Our data science team recently built an up sell propensity model to protect the likelihood of outbound accounts to expand their deployment. Using a sample of over 10,000 teams, we analyzed more than 100 indicators to distinguish which customers have the highest potential to grow their paying user base. We found that teams with scores explores in the top decile [ph] of our model are 6 times more likely to up sell compared to the average team. Utilizing this data science tool, we're helping our outbound sales reps improve deal velocity by more efficiently targeting accounts for expansion.
Turning to our ecosystem. We continue to make progress against our announced partnerships with Salesforce, Google and Adobe. In Q2, we've participated at Salesforce World Tour events in New York and London, launched our Gmail ad-on at Google Next and worked with Adobe to strengthen our product integrations within document cloud and creative cloud. You'll recall that last quarter we also noted new partner integrations in the architecture, engineering and construction vertical as part of an effort to advance partnerships across a number of key industries.
In Q2, we announced that we were expanding our integration efforts in the media and entertainment vertical. Media and entertainment teams use Dropbox to collaborate on a wide range of file formats. Last year, teams across these industries created and saved more than 1 billion files in Dropbox. At this scale, we have a tremendous opportunity to help streamline end-to-end workflows and serve as a unified home for team content and collaboration.
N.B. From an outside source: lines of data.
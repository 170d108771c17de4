"""The public simulator: :class:`Simulator` (streaming, one run), :func:`simulate` (in memory),
:func:`simulate_ensemble` (Monte Carlo runs), and the rate, seed and length of a record."""

from __future__ import annotations

import math
import threading
from collections.abc import Iterator
from dataclasses import dataclass, fields, replace
from typing import TYPE_CHECKING, Any

import numpy as np
import numpy.typing as npt

from .. import validate
from ..errors import AnalysisError
from ._channel import _ChannelGenerator
from ._powerlaw import DEFAULT_MAX_TAPS
from ._streams import BLOCK

if TYPE_CHECKING:  # pragma: no cover
    from ..model import NoiseModel

_FloatArray = npt.NDArray[np.float64]

#: Flicker simulation methods: the term's Gauss-Markov realization, or Kasdin-Walter power law.
FLICKER_METHODS = ("realization", "power-law")


def _check_method(flicker: str) -> str:
    if flicker not in FLICKER_METHODS:
        raise AnalysisError(
            f"got {flicker!r}", f"one of {', '.join(FLICKER_METHODS)}", field="flicker"
        )
    return flicker


def _seed(seed: Any) -> int:
    """A valid seed, or a fresh one (:func:`new_seed`) for ``None``."""
    checked = validate.seed(seed)
    return new_seed() if checked is None else checked


def new_seed() -> int:
    """A fresh 32-bit seed from the operating system's entropy (print it to repeat the
    record)."""
    return int(np.random.SeedSequence().entropy) % 2**32  # type: ignore[arg-type]


def record_rate(model: NoiseModel, rate: float | None = None) -> float:
    """The rate a record of ``model`` is simulated at [Hz].

    Parameters
    ----------
    model : NoiseModel
        The model.
    rate : float, optional
        An explicit rate [Hz]; without it the channels' common sample rate (an
        :class:`~sensormodel.errors.AnalysisError` when they differ).

    Returns
    -------
    float
    """
    if rate is not None:
        return validate.rate(rate)
    rates = sorted({c.sample_rate for c in model.channels})
    if len(rates) != 1:
        raise AnalysisError(
            f"the channels have different sample rates {rates} Hz",
            "a simulation rate (rate=..., or --rate) shared by the record",
        )
    return validate.rate(rates[0], "sample_rate")


def samples_for(duration: float, rate: float) -> int:
    """The number of samples of a record (duration × rate, rounded; at least one).

    Parameters
    ----------
    duration : float
        Record length [s].
    rate : float
        Sample rate [Hz].

    Returns
    -------
    int
    """
    rate = validate.rate(rate)
    d = float(duration)
    n = round(d * rate) if math.isfinite(d) else 0
    if n < 1:
        raise AnalysisError(
            f"duration {duration!r} s at {rate:g} Hz is {n} samples",
            f"at least one sample period ({1.0 / rate:g} s)",
        )
    return int(n)


@dataclass(frozen=True)
class SimulationOptions:
    """How a record is simulated, besides its model, rate, seed and length: the one owner of
    the keyword options of :class:`Simulator`, :func:`simulate`, :func:`simulate_ensemble`,
    :func:`ensemble_statistics` and :func:`write_record` (each takes them as keywords and
    passes them here, where they are checked).

    Attributes
    ----------
    run : int
        Run index for Monte Carlo ensembles: run r of a seed is independent of every other run.
    increments : bool
        Deliver increments (integral over each sample period, [u·s]) instead of rate samples
        (period means, [u]).
    flicker : {"realization", "power-law"}
        Flicker method (package notes).
    channels : tuple of str or None
        Channel ids to simulate, in this order (None: all, in model order).
    max_taps : int
        Largest Kasdin-Walter filter length (``flicker="power-law"``), at least 2.
    threads : int or None
        Channels generated at once, in threads (None: one per available core, at most one per
        channel). The record does not depend on it: every channel has its own streams.
    """

    run: int = 0
    increments: bool = False
    flicker: str = "realization"
    channels: tuple[str, ...] | None = None
    max_taps: int = DEFAULT_MAX_TAPS
    threads: int | None = None

    def __post_init__(self) -> None:
        checked = {
            "run": validate.whole_number(self.run, "run", minimum=0),
            "increments": bool(self.increments),
            "flicker": _check_method(self.flicker),
            "channels": tuple(self.channels) if self.channels else None,
            "max_taps": validate.whole_number(self.max_taps, "max_taps", minimum=2),
        }
        if self.threads is not None:
            checked["threads"] = validate.whole_number(self.threads, "threads")
        for name, value in checked.items():
            object.__setattr__(self, name, value)

    @classmethod
    def split(cls, keywords: dict[str, Any]) -> tuple[SimulationOptions, dict[str, Any]]:
        """The options among ``keywords`` (checked) and the other keywords, untouched."""
        names = {f.name for f in fields(cls)}
        mine = {k: v for k, v in keywords.items() if k in names}
        return cls(**mine), {k: v for k, v in keywords.items() if k not in names}

    def select(self, model: NoiseModel) -> NoiseModel:
        """The model reduced to :attr:`channels` (all channels when None)."""
        return model.select(list(self.channels) if self.channels else None)


#: Reads shorter than this many rows run the channels one after the other (thread overhead).
_THREADED_READ = 4096
_EXECUTOR: Any = None
_EXECUTOR_LOCK = threading.Lock()


def _executor() -> Any:
    """The module's worker threads (one per available core), created on first use."""
    global _EXECUTOR
    with _EXECUTOR_LOCK:
        if _EXECUTOR is None:
            from concurrent.futures import ThreadPoolExecutor

            _EXECUTOR = ThreadPoolExecutor(
                max_workers=validate.usable_cpus(), thread_name_prefix="sensormodel-simulate"
            )
        return _EXECUTOR


class Simulator:
    """A streaming noise generator for the channels of a model (one run).

    Parameters
    ----------
    model : NoiseModel
        The model; its channels are simulated in file order (or ``channels``).
    rate : float, optional
        Simulation rate [Hz]; default the channels' common sample rate.
    seed : int, optional
        Seed of the record; ``None`` draws fresh entropy (read it back from :attr:`seed`).
    options : SimulationOptions, optional
        How the record is simulated (default :class:`SimulationOptions` ()).
    **keywords
        Options by name, over ``options``: ``run``, ``increments``, ``flicker``,
        ``channels``, ``max_taps``, ``threads`` (:class:`SimulationOptions`).

    Attributes
    ----------
    options : SimulationOptions
        The options, checked.
    channel_ids : list of str
    units : list of str
        The channels' SI units of the *rate* samples (an increment is that unit times s).
    rate : float
        [Hz].
    seed : int
    threads : int
        Channels generated at once.
    position : int
        Samples delivered so far.
    """

    def __init__(
        self,
        model: NoiseModel,
        rate: float | None = None,
        *,
        seed: int | None = None,
        options: SimulationOptions | None = None,
        **keywords: Any,
    ) -> None:
        self.options = opts = replace(options or SimulationOptions(), **keywords)
        model = opts.select(model)
        self.rate = record_rate(model, rate)
        self.seed = _seed(seed)
        self.channel_ids = [c.id for c in model.channels]
        self.units = [c.unit for c in model.channels]
        self.position = 0
        self._gens = [
            _ChannelGenerator(
                c, self.rate, seed=self.seed, run=opts.run, flicker=opts.flicker,
                max_taps=opts.max_taps,
            )
            for c in model.channels
        ]
        cores = validate.usable_cpus() if opts.threads is None else opts.threads
        self.threads = max(1, min(cores, len(self._gens)))

    @property
    def dt(self) -> float:
        """Sample period [s]."""
        return 1.0 / self.rate

    def read(self, n: int) -> _FloatArray:
        """The next ``n`` samples of every channel.

        Returns
        -------
        ndarray, shape (n, n_channels)
            Rate samples [u] or increments [u·s] (SI), float64.
        """
        n = validate.whole_number(n, "n", minimum=0)
        out = np.empty((n, len(self._gens)))
        if self.threads > 1 and n >= _THREADED_READ:
            # numpy's generators, its ufuncs and scipy's filters release the GIL: channels
            # run in parallel; each is gathered into the (row-major) record by this thread.
            jobs = [_executor().submit(g.take, n) for g in self._gens]
            for j, job in enumerate(jobs):
                out[:, j] = job.result()
        else:
            for j, g in enumerate(self._gens):
                g.take(n, out[:, j])
        if self.options.increments:
            out *= self.dt
        self.position += n
        return out

    def chunks(self, n: int, *, chunk: int = BLOCK) -> Iterator[_FloatArray]:
        """Yield the next ``n`` samples in blocks of at most ``chunk`` rows."""
        n = validate.whole_number(n, "n", minimum=0)
        chunk = validate.whole_number(chunk, "chunk")
        done = 0
        while done < n:
            k = min(chunk, n - done)
            yield self.read(k)
            done += k


def simulate(
    model: NoiseModel, n: int, rate: float | None = None, seed: int | None = None, **options: Any
) -> _FloatArray:
    """A noise record of ``n`` samples per channel, in memory (DESIGN §7:
    ``sensormodel.simulate(model, n, rate, seed)``).

    Parameters
    ----------
    model : NoiseModel
        The noise model.
    n : int
        Samples per channel.
    rate : float, optional
        Simulation rate [Hz]; default the channels' common sample rate.
    seed : int, optional
        The same seed gives the same record; ``None``: fresh entropy.
    **options
        :class:`SimulationOptions` by name: ``run`` (Monte Carlo run index), ``increments``
        ([u·s] instead of period means [u]), ``flicker`` (method), ``channels`` (ids, default
        all, in model order), ``max_taps`` (Kasdin-Walter filter length), ``threads`` (the
        record does not depend on them).

    Returns
    -------
    ndarray, shape (n, n_channels)
        Rate samples [u] (period means; rad/s, m/s²) or increments [u·s] (rad, m/s), channels in
        model order (or ``channels`` order).

    Examples
    --------
    >>> from sensormodel.model import Channel, NoiseModel
    >>> from sensormodel.terms import White
    >>> m = NoiseModel(sensor={}, channels=(Channel("gyro.z", "angular_rate", "rad/s", 100.0,
    ...                                             (White(1e-4),)),))
    >>> y = simulate(m, 1000, seed=1)
    >>> y.shape
    (1000, 1)
    """
    n = validate.whole_number(n, "n")
    return Simulator(model, rate, seed=seed, **options).read(n)


def simulate_ensemble(
    model: NoiseModel,
    n: int,
    rate: float | None = None,
    *,
    runs: int,
    seed: int | None = None,
    **options: Any,
) -> _FloatArray:
    """``runs`` independent records (Monte Carlo), in memory.

    Run r is the record of :func:`simulate` with ``run=r`` and the same seed. For long records
    use :func:`ensemble_statistics` (streamed) or :func:`write_record` per run.

    Parameters
    ----------
    model : NoiseModel
        The noise model.
    n : int
        Samples per channel and run.
    runs : int
        Number of runs.
    rate, seed
        As for :func:`simulate` (``seed`` is the ensemble's).
    **options
        :class:`SimulationOptions` by name, as for :func:`simulate` (``run`` is each
        record's index).

    Returns
    -------
    ndarray, shape (runs, n, n_channels)
        SI, as in :func:`simulate`.
    """
    runs = validate.whole_number(runs, "runs")
    seed = _seed(seed)
    opts = SimulationOptions(**options)
    n = validate.whole_number(n, "n")
    out = np.empty((runs, n, len(opts.select(model).channels)))
    for r in range(runs):
        out[r] = Simulator(model, rate, seed=seed, options=replace(opts, run=r)).read(n)
    return out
To better support these teams, we announced a number of integrations this past quarter with companies like Canva, Final Draft, Frame.io, Getty Images, Shift.io, Marvel and Widen. As a reminder, our ecosystem strategy is to position Dropbox at the center of our users' workflows. This has tangible business value for Dropbox as teams that link a third-party app to our platform expands faster and retain at higher rates.
Turning to customer wins. Our industry focused partnerships are paying off. We have paid team deployments in 8 of the top-10 media and entertainment companies within the Fortune 500 and we continue to see great traction in Q2 with organizations like Macmillan Publishing, Meredith, Aller Media, and Hurst.
I want to share two examples from the past quarter of why media and entertainment companies are choosing Dropbox. The first is a global media company that committed to international deployment of 700 Dropbox enterprise licenses for its team of over 3,000 employees. As part of the sales cycle, we showed this customer that a large cross-section of users and important creative functions were relying on Dropbox rather than the company's existing solution. These users prefer Dropbox for its strength and real time collaboration large media files and external sharing.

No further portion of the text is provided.